Smith talks to Gen. David Petraeus, who was the U.S. commander in Afghanistan 2010-2011. The Doha agreement, Petraeus says, was “an instrument of surrender.” To surrender is to submit. The Kabul government surrendered; the Americans withdrew. But what was the alternative? Staying on as long as the client claimed to need us?

Frontline doesn’t address that question. It does show, graphically and brilliantly, what did happen. As in Vietnam, when the Americans cut off the money, the local forces collapsed  suddenly and shockingly. Men threw down their weapons and went home. The insurgents rolled into Kabul unopposed, and the Afghans who had put their trust in Americans mobbed the flights out.

Toward the end of Frontline’s final episode, it shows President Biden saying that even after 20 years of help, when the Kabul regime was on its own, “The Afghan military collapsed, sometimes without trying to fight.” Which it did. Smith then interviews a retired lieutenant colonel, Jason Dempsey, who is angry that the President would blame the Afghans.

Smith asks: What would you say to the American soldiers who volunteered to fight in Afghanistan? “We failed you,” Dempsey admits, with the “we” being the U.S. government. “And let’s not say, ‘Oh, well, at the end of the day, it was worth it.’ It wasn’t.”

 For Dempsey, what made the war not worth it was that we lost. Several thousand Americans dead and more than a trillion dollars spent, and nothing to show for it. His implicit message, which Frontline puts at the end of the three-part series, is that it was a righteous war, a war that might have turned out better had his leaders made better decisions.

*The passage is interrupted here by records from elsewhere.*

// The slice of eleventy's programmatic API zfolio uses (the package ships no type declarations).
declare module '@11ty/eleventy' {
  interface EleventyOptions {
    configPath?: string;
    quietMode?: boolean;
    config?: (config: { addGlobalData(name: string, value: unknown): void; ignores: { add(glob: string): void } }) => void | Promise<void>;
  }
  export default class Eleventy {
    constructor(input: string, output: string, options?: EleventyOptions);
    /** Reads the configuration and finds the templates; write() does it first when it has not been done. */
    init(): Promise<void>;
    write(): Promise<unknown>;
    disableLogger(): void;
  }
}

And I think, if that’s the message Americans take from this war, we will do it again — with the same result.

 

 

Bruce Ramsey
Bruce Ramsey
Bruce Ramsey was a business reporter and columnist for the Seattle Post-Intelligencer in the 1980s and 1990s and from 2000 to his retirement in 2013 was an editorial writer and columnist for the Seattle Times. He is the author of The Panic of 1893: The Untold Story of Washington State’s first Depression, and is at work on a history of Seattle in the 1930s. He lives in Seattle with his wife, Anne.

4 COMMENTS

  1. I watched all three episodes. There’s much ‘food for thought’ in what was presented, in thinking about the implications of comments from participants, whether Afghani soldiers, diplomats from the U.S., Afghanistan and other countries, members of the Taliban, and ordinary Afghani citizens. I’m far from an expert on war and how to conduct a war, although it seems to me that U.S. military and political leaders have not demonstrated an understanding of the strengths and weaknesses of military operations, especially when the structure of a society is contested. Once again, ordinary people suffer tremendously and life under the Taliban for women and girls will be extremely difficult.

  2. -Seems like we already are doing it again in our proxy war with Russia in the Ukraine. Billions spent with no accounting and the military-industrial complex back in biz. Again, no clear objective from our government.

  3. Afghanistan is a country full of people who don’t want to have a last name and are so uneducated they’ll poop in their own drinking water. It’s one of the most backward and violent places on earth. The USSR, Al Qaida, the US military and state department didn’t change anything in 40 years… The place is still “Indian Country” as our enlisted troops called it and maybe always will be.